§ **To do**
Take the data below and extract the lines from the one with "if (visit.verdict !== 'clear'" to the one with "ids.ramps = (await", inclusive, exactly as written.

§ **Stored items**
━━━━━━━━━━━━━━━━━━━━━━━━━━━━━━
/*
 * Recorded through the use cases (check in, record, correct) at fixed instants, so that the season
 * on each entry is the one the field decided when it was written. Noon in New York: 16:00 UTC under
 * EDT (UTC−4, second Sunday of March to first Sunday of November) and 17:00 UTC under EST (UTC−5)
 * (REFERENCES §6, 15 U.S.C. 260a).
 */
describe('the season an entry is recorded in, as the ledger shows it', () => {
  // The REFERENCES §2 ring moved 0.02° east: a parcel of its own; same latitudes, so the same area on
  // the ellipsoid of revolution, 876 163.448 m² (REFERENCES §2 ⚙).
  const ring = referenceRing.map(([lon, lat]) => [Number(((lon ?? 0) + 0.02).toFixed(2)), lat ?? 0]);
  const inside: [number, number] = [-74.975, 45.005];
  let cy: Forager;

  async function harvest(at: string, speciesId: string, grams: string) {
    const now = new Date(at);
    const visit = await checkIn(db(), { forager: cy, position: inside, accuracyM: 5, now });
    if (visit.verdict !== 'clear' || !visit.visitId) throw new Error(`check-in at ${at} was ${visit.verdict}: ${visit.reasons.join(' ')}`);
    const { entry } = await recordHarvest(db(), {
      forager: cy,
      input: { idempotencyKey: crypto.randomUUID(), visitId: visit.visitId, speciesId, method: 'cut', quantities: [{ quantity: grams, unit: 'g' }], acknowledgeOver: false },
      now,
    });
    return entry.id;
  }

  async function correct(at: string, entryId: string, grams: string, reason: string) {
    const { entry } = await correctEntry(db(), { forager: cy, entryId, input: { idempotencyKey: crypto.randomUUID(), reason, quantities: [{ quantity: grams, unit: 'g' }], acknowledgeOver: false }, now: new Date(at) });
    return entry.id;
  }

  beforeAll(async () => {
    ids.cy = (await one(db().insert(users).values({ email: 'cy@ledger.test', name: 'Cy Forager' }).returning())).id;
    cy = { id: ids.cy, clubIds: [] };
    ids.seasonLot = (await one(db().insert(parcels).values({ ownerId: ids.owner, name: 'Season Lot', status: 'listed', boundary: { type: 'MultiPolygon', coordinates: [[ring]] }, areaM2: 876_163.448, timeZone: 'America/New_York' }).returning())).id;
    ids.ramps = (await one(db().insert(species).values({ slug: 'ramps-test', scientificName: 'Allium tricoccum', commonName: 'Ramps', kind: 'leaf', usualUnit: 'g' }).returning())).id;
    await db().insert(permits).values({ parcelId: ids.seasonLot, holderUserId: ids.cy, state: 'active', startsOn: '2026-01-01', endsOn: '2027-12-31' });
    // Two overlapping windows: 15 Apr – 30 Jun and 1 Jun – 31 Jul. One season, 15 Apr – 31 Jul.
    const ramps = await one(db().insert(allowances).values({ parcelId: ids.seasonLot, speciesId: ids.ramps, seasons: [{ start: '04-15', end: '06-30' }, { start: '06-01', end: '07-31' }], methods: ['cut'] }).returning());
    // A window across New Year that ends on 29 February: in a common year it ends on the 28th.
    const chaga = await one(db().insert(allowances).values({ parcelId: ids.seasonLot, speciesId: ids.chaga, seasons: [{ start: '12-01', end: '02-29' }], methods: ['cut'] }).returning());
    await db().insert(limits).values([
      { allowanceId: ramps.id, scope: 'season', quantity: '5', unit: 'kg' },
      { allowanceId: chaga.id, scope: 'season', quantity: '2', unit: 'kg' },
    ]);
    ids.r1 = await harvest('2026-05-01T16:00:00Z', ids.ramps, '100');
    ids.r2 = await harvest('2026-06-15T16:00:00Z', ids.ramps, '200');
    ids.r3 = await harvest('2026-07-15T16:00:00Z', ids.ramps, '300');
    ids.w1 = await harvest('2027-01-15T17:00:00Z', ids.chaga, '500');
    ids.w2 = await correct('2027-01-20T17:00:00Z', ids.w1, '-50', 'The bag weighed 50 g');
    ids.w3 = await correct('2027-02-03T17:00:00Z', ids.w2, '20', 'Took off 20 g too much for the bag');
  });

  const cyLedger = () => listLedger(db(), { foragerId: ids.cy });
  const cyEntry = async (id: string) => (await cyLedger()).find((r) => r.id === id);

  it('given windows 15 Apr – 30 Jun and 1 Jun – 31 Jul, an entry on 15 June (both hold it) shows the one joined season 2026-04-15 … 2026-07-31', async () => {
    // The old ledger query took the first window holding the day: 2026-04-15 … 2026-06-30.
    expect(await cyEntry(ids.r2)).toMatchObject({ countedOn: '2026-06-15', seasonStart: '2026-04-15', seasonEnd: '2026-07-31' });
  });

  it('given the same windows, entries on 1 May and 15 July (one window each) show that same one season, and the ledger totals it on one line', async () => {
    // The windows overlap, so the species is in season without a break from 15 Apr to 31 Jul: one season.
    expect(await cyEntry(ids.r1)).toMatchObject({ countedOn: '2026-05-01', seasonStart: '2026-04-15', seasonEnd: '2026-07-31' });
    expect(await cyEntry(ids.r3)).toMatchObject({ countedOn: '2026-07-15', seasonStart: '2026-04-15', seasonEnd: '2026-07-31' });
    const ramps = (await ledgerTotals(db(), { foragerId: ids.cy })).filter((t) => t.speciesId === ids.ramps);
    // 100 + 200 + 300 = 600 g, three entries.
    expect(ramps.map((t) => [t.seasonStart, t.seasonEnd, t.measure, t.baseTotal, t.entries])).toEqual([['2026-04-15', '2026-07-31', 'mass', '600', 3]]);
  });

  it('given a window 1 Dec – 29 Feb and an entry on 2027-01-15, it shows the season 2026-12-01 … 2027-02-28, never a 29 February that 2027 does not have', async () => {
    // 2027 is not divisible by 4: a common year of the Gregorian calendar, February has 28 days.
    expect(await cyEntry(ids.w1)).toMatchObject({ countedOn: '2027-01-15', seasonStart: '2026-12-01', seasonEnd: '2027-02-28' });
    expect(JSON.stringify(await cyLedger())).not.toContain('02-29');
    expect(ledgerCsv(await cyLedger())).not.toContain('02-29');
  });

  it("given a correction of a correction, it shows the root's counted day and season beside the day each was recorded", async () => {
    expect(await cyEntry(ids.w2)).toMatchObject({
      localDate: '2027-01-20', countedOn: '2027-01-15', correctsEntryId: ids.w1, rootEntryId: ids.w1, seasonStart: '2026-12-01', seasonEnd: '2027-02-28',
      quantities: [{ measure: 'mass', quantity: '-50', unit: 'g', baseQuantity: '-50' }],
    });
    expect(await cyEntry(ids.w3)).toMatchObject({
      localDate: '2027-02-03', countedOn: '2027-01-15', correctsEntryId: ids.w2, rootEntryId: ids.w1, seasonStart: '2026-12-01', seasonEnd: '2027-02-28',
      quantities: [{ measure: 'mass', quantity: '20', unit: 'g', baseQuantity: '20' }],
    });
    // Filtered by the day they count on: all three on 15 January, none in February.
    const counted = async (from: string, to: string) => (await listLedger(db(), { foragerId: ids.cy, filters: { from, to } })).map((r) => r.id);
    expect(await counted('2027-01-15', '2027-01-15')).toEqual([ids.w3, ids.w2, ids.w1]);
    expect(await counted('2027-02-01', '2027-02-28')).toEqual([]);
    // 500 − 50 + 20 = 470 g: one entry that adds, two corrections.
    const chaga = (await ledgerTotals(db(), { foragerId: ids.cy })).filter((t) => t.speciesId === ids.chaga);
    expect(chaga.map((t) => [t.seasonStart, t.seasonEnd, t.baseTotal, t.entries, t.corrections])).toEqual([['2026-12-01', '2027-02-28', '470', 1, 2]]);
  });
});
━━━━━━━━━━━━━━━━━━━━━━━━━━━━━━
§ **Task answer**
    if (visit.verdict !== 'clear' || !visit.visitId) throw new Error(`check-in at ${at} was ${visit.verdict}: ${visit.reasons.join(' ')}`);
    const { entry } = await recordHarvest(db(), {
      forager: cy,
      input: { idempotencyKey: crypto.randomUUID(), visitId: visit.visitId, speciesId, method: 'cut', quantities: [{ quantity: grams, unit: 'g' }], acknowledgeOver: false },
      now,
    });
    return entry.id;
  }

  async function correct(at: string, entryId: string, grams: string, reason: string) {
    const { entry } = await correctEntry(db(), { forager: cy, entryId, input: { idempotencyKey: crypto.randomUUID(), reason, quantities: [{ quantity: grams, unit: 'g' }], acknowledgeOver: false }, now: new Date(at) });
    return entry.id;
  }

  beforeAll(async () => {
    ids.cy = (await one(db().insert(users).values({ email: 'cy@ledger.test', name: 'Cy Forager' }).returning())).id;
    cy = { id: ids.cy, clubIds: [] };
    ids.seasonLot = (await one(db().insert(parcels).values({ ownerId: ids.owner, name: 'Season Lot', status: 'listed', boundary: { type: 'MultiPolygon', coordinates: [[ring]] }, areaM2: 876_163.448, timeZone: 'America/New_York' }).returning())).id;
    ids.ramps = (await one(db().insert(species).values({ slug: 'ramps-test', scientificName: 'Allium tricoccum', commonName: 'Ramps', kind: 'leaf', usualUnit: 'g' }).returning())).id;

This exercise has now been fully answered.